The unified parliamentary database, every Australian parliament in one model. This is the heart of the platform. We took nine separate parliaments, the Commonwealth, all six states and both territories, each with its own Hansard, document formats and vocabulary, and normalised them into a single relational model. Debates, divisions and votes, questions on and without notice, petitions, tabled papers, and bills across every reading stage: eighteen canonical record types, made consistent across all nine jurisdictions. A member who appears under five different name spellings across five parliaments resolves to one identity. A bill’s journey through every chamber sits in one view. Questions that used to be effectively impossible, such as how a party frames an issue in New South Wales versus Victoria, or which members voted against a class of legislation anywhere in the country, collapse into a single query.

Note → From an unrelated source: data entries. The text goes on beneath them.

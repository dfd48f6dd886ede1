import fc from 'fast-check';
import { describe, expect, it } from 'vitest';
import { AnalysisStopped, runPlan } from '#core/analysis/run-plan.ts';
import { type Snapshot, type SnapshotTrial, splitSnapshot } from '#core/analysis/snapshot.ts';
import { canonicalJson, jsonValueOf } from '#core/hashing/canonical-json.ts';
import type { Protocol } from '#core/protocol/protocol.ts';
import { reportPage } from '#core/reporting/page.ts';
import { canonicalReportBody, reportBody } from '#core/reporting/report-body.ts';
import { nonFinitePaths } from '../../support/finite-numbers.ts';
import { mixedProtocol, mixedValues } from './mixed-study.ts';
import {
  factorOf,
  measureOf,
  participantOf,
  planOf,
  protocolOf,
  type Row,
  snapshotOf,
  snapshotOfRows,
} from './study-of-rows.ts';

const gloves = ['bare', 'thin', 'thick'];

/** People in the cyclic order, person n starting with condition n. */
function mixedRows(
  people: number,
  valuesOf: (person: number, condition: number, period: number) => SnapshotTrial['values'],
): Row[] {
  return Array.from({ length: people }, (_, person) =>
    gloves.map((_glove, index) => {
      const condition = (person + index) % 3;
      return {
        participant: `p${person}`,
        site: `site-${1 + (person % 2)}`,
        condition: gloves[condition]!,
        period: index + 1,
        values: valuesOf(person, condition, index + 1),
      };
    }),
  ).flat();
}

function treeOf(protocol: Protocol, snapshot: Snapshot) {
  return runPlan(protocol, snapshot, { seed: 'any' });
}

/** Runs everything down to the page; throws where anything could not be carried by JSON. */
function wholeReport(protocol: Protocol, snapshot: Snapshot): { text: string; page: string } {
  const { body } = splitSnapshot(snapshot, () => new Uint8Array(16));
  const report = reportBody({
    protocol,
    protocolVersion: 1,
    protocolSha256: 'a'.repeat(64),
    snapshotBody: body,
    snapshotSha256: 'b'.repeat(64),
    engineVersion: 'engine of the test',
    seed: 'any',
    result: treeOf(protocol, snapshot),
  });
  expect(nonFinitePaths(report)).toEqual([]);
  const page = reportPage(report, 'c'.repeat(64));
  expect(page).not.toMatch(/NaN|Infinity|undefined|\[object/);
  return { text: canonicalReportBody(report), page };
}

describe('runPlan', () => {
  const protocol = mixedProtocol();
  const rows = mixedRows(12, mixedValues);

  it('gives the same bytes for the same input, and for another order of participants', () => {
    const once = wholeReport(protocol, snapshotOfRows(rows));
    const snapshot = snapshotOfRows(rows);
    const shuffled = {
      ...snapshot,
      participants: snapshot.participants.toReversed().map((participant) => ({
        ...participant,
        content: {
          ...participant.content!,
          trials: participant.content!.trials.toReversed(),
        },
      })),
    };
    expect(wholeReport(protocol, snapshotOfRows(rows))).toEqual(once);
    expect(wholeReport(protocol, shuffled)).toEqual(once);
  });

  it('does not change what it was given', () => {
    const snapshot = snapshotOfRows(rows);
    const before = canonicalJson(jsonValueOf(snapshot));
    treeOf(protocol, snapshot);
    expect(canonicalJson(jsonValueOf(snapshot))).toBe(before);
  });

  it('answers for every measure, and labels what the plan did not foresee', () => {
    const { measures } = treeOf(protocol, snapshotOfRows(rows));
    const standings = Object.fromEntries(
      measures.map(({ measure, standing, method }) => [measure, [standing, method?.method]]),
    );
    expect(standings).toEqual({
      time: ['confirmatory', 'repeated-measures-anova'],
      force: ['confirmatory', 'repeated-measures-anova'],
      drops: ['confirmatory', 'repeated-measures-anova'],
      pegs: ['exploratory', undefined],
      seated: ['confirmatory', 'friedman'],
      comfort: ['confirmatory', 'friedman'],
    });
    for (const { order } of measures) expect(order.standing).toBe('exploratory');
    expect(measures.map(({ order }) => order.approximation)).toEqual([
      false,
      false,
      true,
      true,
      true,
      true,
    ]);
  });

  it('never lets a test switch the primary estimate', () => {
    const flat = mixedRows(12, (person, condition) => ({
      ...mixedValues(person, condition, 0),
      force: 50 + condition + ((person * 7 + condition * 5) % 11),
    }));
    const steep = flat.map((entry) => ({
      ...entry,
      values: { ...entry.values, force: (entry.values.force as number) + 100 * entry.period },
    }));
    const uses = [flat, steep].map((data) => {
      const force = treeOf(protocol, snapshotOfRows(data)).measures[1]!;
      return force.method?.comparisonSets.map(({ use, estimate }) => `${use} ${estimate}`);
    });
    expect(uses[0]).toEqual(['primary unadjusted', 'sensitivity adjusted-for-period']);
    expect(uses[1]).toEqual(uses[0]);
  });

  it('tells its stages in order, and stops between them when asked', () => {
    const stages: [number, string][] = [];
    runPlan(protocol, snapshotOfRows(rows), {
      seed: 'any',
      onProgress: (fraction, stage) => stages.push([fraction, stage]),
    });
    expect(stages[0]).toEqual([0, 'participants and exclusions']);
    expect(stages.at(-1)).toEqual([1, 'finished']);
    expect(stages.map(([fraction]) => fraction)).toEqual(
      stages.map(([fraction]) => fraction).toSorted((a, b) => a - b),
    );
    let asked = 0;
    const stopping = () =>
      runPlan(protocol, snapshotOfRows(rows), {
        seed: 'any',
        shouldStop: () => {
          asked += 1;
          return asked > 2;
        },
      });
    expect(stopping).toThrow(AnalysisStopped);
    expect(stopping).toThrow('stopped before this stage');
  });

  it('analyses a trial under the condition presented', () => {
    const one = protocolOf({
      withinFactors: [factorOf('glove', ['x', 'y'])],
      measures: [measureOf({ key: 'score' })],
    });
    const swapped = participantOf({ id: 'a', sequence: ['x', 'y'] }, [
      { condition: 'y', values: { score: 5 }, deviation: true },
      { condition: 'x', values: { score: 3 }, deviation: true },
    ]);
    const [result] = treeOf(one, snapshotOf([swapped])).measures;
    const means = result!.descriptives.byCondition.map(({ condition, summary }) => [
      condition,
      summary.distribution.estimable && summary.distribution.mean,
    ]);
    expect(means).toEqual([
      ['x', 3],
      ['y', 5],
    ]);
  });

  it('counts equal decimals as tied, whatever binary arithmetic makes of them', () => {
    const ranked = protocolOf({
      withinFactors: [factorOf('glove', ['x', 'y', 'z'])],
      measures: [measureOf({ key: 'score' })],
      analysis: {
        measures: [planOf({ measure: 'score', method: 'friedman', primaryEstimate: 'unadjusted' })],
      },
    });
    // Differences of x and y are 0.1 for everybody; in binary they are not all the same.
    const scores = [
      [0.3, 0.2, 0.9],
      [0.8, 0.7, 0.1],
      [1.1, 1, 0.5],
      [0.4, 0.3, 0.2],
    ];
    const data = scores.flatMap((own, person) =>
      own.map((score, index) => ({
        participant: `p${person}`,
        condition: ['x', 'y', 'z'][index]!,
        period: index + 1,
        values: { score },
      })),
    );
    const [result] = treeOf(ranked, snapshotOfRows(data)).measures;
    const [first] = result!.method!.comparisonSets[0]!.comparisons;
    expect(first).toMatchObject({
      estimate: 0.1,
      statistic: { positiveRankSum: 10, negativeRankSum: 0 },
    });
    // Exact, all four positive and tied: 2 · (1/2)⁴. From the definition of the test.
    expect(first).toMatchObject({ pValue: 0.125 });
  });
});

describe('runPlan on data that cannot answer', () => {
  const protocol = mixedProtocol();

  function reasons(snapshot: Snapshot, measure = 'force'): string[] {
    wholeReport(protocol, snapshot);
    const found = treeOf(protocol, snapshot).measures.find((entry) => entry.measure === measure)!;
    const { method, order } = found;
    if (method?.method !== 'repeated-measures-anova') throw new Error('another method ran');
    return [
      method.anova,
      order.fit,
      ...method.comparisonSets.flatMap((set) => set.comparisons),
    ].map((result) => (result.estimable ? 'estimable' : result.reason));
  }

  it('names the reason when nobody came', () => {
    expect(new Set(reasons(snapshotOf([])))).toEqual(new Set(['too-few-participants']));
  });

  it('names the reason with one participant', () => {
    expect(reasons(snapshotOfRows(mixedRows(1, mixedValues)))).not.toContain('estimable');
  });

  it('names the reason when only one condition was ever seen', () => {
    const rows = mixedRows(6, mixedValues).filter(({ condition }) => condition === 'bare');
    expect(reasons(snapshotOfRows(rows))).not.toContain('estimable');
  });

  it('names the reason when every value is the same', () => {
    const rows = mixedRows(6, (...where) => ({ ...mixedValues(...where), force: 7 }));
    expect(reasons(snapshotOfRows(rows))).not.toContain('estimable');
  });

  it('names the reason when nobody is complete, and still fits what there is', () => {
    const rows = mixedRows(9, mixedValues).filter(
      ({ participant, period }) => period !== 1 + (Number(participant.slice(1)) % 3),
    );
    const [anova, fit] = reasons(snapshotOfRows(rows));
    expect([anova, fit]).toEqual(['too-few-participants', 'estimable']);
  });

  it('does not drop a time of zero to make logarithms possible', () => {
    const rows = mixedRows(6, (person, condition, period) => ({
      ...mixedValues(person, condition, period),
      ...(person === 2 && condition === 1 ? { time: 0 } : {}),
    }));
    expect(new Set(reasons(snapshotOfRows(rows), 'time'))).toEqual(new Set(['non-positive-value']));
  });

  it('carries no value too large to be squared, and no interval too wide for a ratio', () => {
    const vast = mixedRows(4, (person, condition, period) => ({
      ...mixedValues(person, condition, period),
      ...(person === 2 && condition === 1 ? { force: 1e300, drops: 5, pegs: 1e-300 } : {}),
    }));
    expect(new Set(reasons(snapshotOfRows(vast)))).toEqual(new Set(['out-of-range']));
    const spread = mixedRows(2, (person, condition) => ({
      ...mixedValues(person, condition, 0),
      time: [1e-60, 1, 1e60][(person + condition * (person + 1)) % 3]!,
    }));
    const { text } = wholeReport({ ...protocol, exclusions: [] }, snapshotOfRows(spread));
    expect(text).toContain('too far from 1 to be carried back');
  });

  it('keeps the family as large as planned when a comparison is missing', () => {
    const rows = mixedRows(9, (person, condition, period) => ({
      ...mixedValues(person, condition, period),
      ...(condition === 2 ? { drops: null, time: null } : {}),
    }));
    const { measures } = treeOf(protocol, snapshotOfRows(rows));
    // By Holm for the one, by Bonferroni for the other: the smallest of three p-values, three times.
    const [time, , drops] = measures;
    for (const set of [time!, drops!].flatMap(({ method }) => method!.comparisonSets)) {
      const [first, ...others] = set.comparisons;
      expect(others.map(({ estimable }) => estimable)).toEqual([false, false]);
      if (first?.estimable !== true) throw new Error('bare and thin were both measured');
      expect(first.adjustedPValue).toBe(Math.min(1, 3 * first.pValue));
    }
  });

  it('carries nothing but finite numbers, whatever holes the data have', () => {
    const value = fc.oneof(
      { weight: 5, arbitrary: fc.constant('usual' as const) },
      fc.constant('none' as const),
      fc.constant('zero' as const),
      fc.constant('same' as const),
      fc.constant('huge' as const),
    );
    const presence = fc.array(value, { minLength: 3, maxLength: 3 });
    fc.assert(
      fc.property(fc.array(presence, { maxLength: 7 }), (people) => {
        const rows = mixedRows(people.length, (person, condition, period) => {
          const usual = mixedValues(person, condition, period);
          switch (people[person]?.[condition]) {
            case 'none':
              return Object.fromEntries(Object.keys(usual).map((key) => [key, null]));
            case 'zero':
              return { ...usual, time: 0, force: 0, drops: 0, pegs: 0 };
            case 'huge':
              return { ...usual, time: 1e99, force: 1e200, drops: 1e250, pegs: 1e-250 };
            case 'same':
              return { time: 1, force: 1, drops: 1, pegs: 1, seated: true, comfort: 1 };
            default:
              return usual;
          }
        });
        wholeReport(protocol, snapshotOfRows(rows));
      }),
      { numRuns: 150, seed: 20261201 },
    );
  });
});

Built for the way agencies actually work. Both products are exposed through MCP, so a government-relations team can interrogate them in plain language inside their own AI workspace and build analytical workflows directly on top: policy-landscape mapping, topic-coverage tracking, stakeholder and party positioning, all against a clean relational source of truth. No scraping. No stitching together exports. No spreadsheets quietly going stale.

The Outcome

A firm working with these products sees the whole Australian decision-making landscape as one continuous surface, from a shire council’s Tuesday-night agenda to a Senate division, and can follow an issue across every level of government from a single place. The grunt work of collection disappears, and what remains is the analysis and the advice that clients actually pay for.

Because the data is structured and MCP-native, the advantage compounds. Every new question a team asks can be captured as a repeatable workflow, so the intelligence operation gets sharper with use while competitors are still working the websites by hand. The firm stops reacting to the news and starts seeing it form.